March 20, 2010
Mastering The Art of A Corporate Acquisition
- March 20, 2010
- Publication: Paley Rothman
- Related Attorneys: Ronald Dweck
- Related Practice Areas: Corporate
Many endeavors contain elements of both “technical competence” and “artistic skill.” Playing beautiful music requires more than knowing which fingers hit which keys in the proper sequence. Similarly, a race car driver brings much more to the track than knowing how to use the accelerator, brake and steering wheel.
While few would compare practicing law to playing music or car racing, effective legal representation in consummating the sale or acquisition of a company requires much more than knowing the law, being able to draft standard provisions and possessing a reasonable level of general legal competence. Here are some of the things a successful commercial-business transactions attorney needs to have mastered in order to make a deal that’s in his or her client’s best interest:
- Know the Client. Your lawyer must identify early on your company’s priorities, strengths and weaknesses. Assuming for the moment that you are trying to sell a business, your attorney should know how to structure the transaction so that the sale is completed in an efficient manner, ensuring that the owners obtain the maximum after-tax proceeds.
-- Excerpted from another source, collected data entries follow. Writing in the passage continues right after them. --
"""The strata of a family: every rank the family takes inside the declared ranges.

For each rank r below the generic rank R, the set {rank <= r} is the common
zero set of the (r+1)-minors (:mod:`.family`), intersected with the relations
of the polynomial variables and, when the entries have denominators L, with
z L - 1 (a new variable z, so that points where the state is undefined are
excluded).  That set is split into components (:mod:`.solve`):

- finite components give points, solved exactly and mapped back to every
  parameter value inside the ranges;
- infinite components not contained in {rank <= r - 1} give curve (or
  surface) strata, described by their equations and a sample point; when
  some parameters do not occur in a component's equations, the component is
  "these values of the other parameters, any value of those".  A component
  is listed only with a sample point inside the ranges whose exact rank is r.
  When simple values find none, it is either proved to miss the ranges
  (range arithmetic, or the exact search of :mod:`.region` in the charts of
  :mod:`.plain`; said in a note), or found a point there, or reported as
  :class:`~.model.Undecided` with how to decide it -- never as a stratum.

The generic rank is found at a random exact point and proved an upper bound
by reducing every (R+1)-minor to zero modulo the relations; so a family that
is a product state for every parameter value is recognised as such, not
mistaken for one that never is.  Every point and sample is checked by its
exact rank before it is returned.  Every zero test, sign and order goes
through the decision layer (:mod:`.proved`); the time limit stops the search
with a LimitError, it never shortens the list.
"""

from __future__ import annotations

import random
from dataclasses import dataclass, field
from functools import cmp_to_key
from itertools import combinations

import sympy

from ..cuts import CoefficientMatrix, Cut
from ..exact.polyform import Coordinate, real_imag
from ..language.printer import text
from ..states import State
from . import samples
from .budget import Budget, BudgetExceeded
from .family import Family, exact_rank
from .model import Stratum, Strata, StrataError, Undecided
from .proved import order, sign_of, zero
from .plain import charts
from .region import Located, locate_in_charts, nowhere_zero
from .solve import Component, Point, components, groebner, is_finite, real_points, univariate_points


@dataclass
class Found:
    """A point with its values of the polynomial variables and its exact rank."""

    point: dict[sympy.Symbol, sympy.Expr]
    values: Point
    rank: int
In general, this requires conducting a careful analysis of tax considerations, as well as assessing how to minimize the risk that such proceeds will not be realized, either as a result of the indemnification provisions or credit terms. As the seller, you may have additional objectives beyond securing the highest purchase price. You may be interested in continued employment for senior management or certain key employees. With respect to indemnification provisions, your attorney needs to assess how much risk is tolerable. Does your company have pending litigation that is a concern? Some of these issues may be potential “deal breakers,” and your lawyer needs to decide what to include--and exclude--from the initial letter of intent. At the letter of intent stage, an astute attorney is always playing a balancing act. He or she needs to make sure there is enough common ground before expending considerably more time and effort, while initially avoiding issues that have a better chance of resolution after the transaction has moved further along.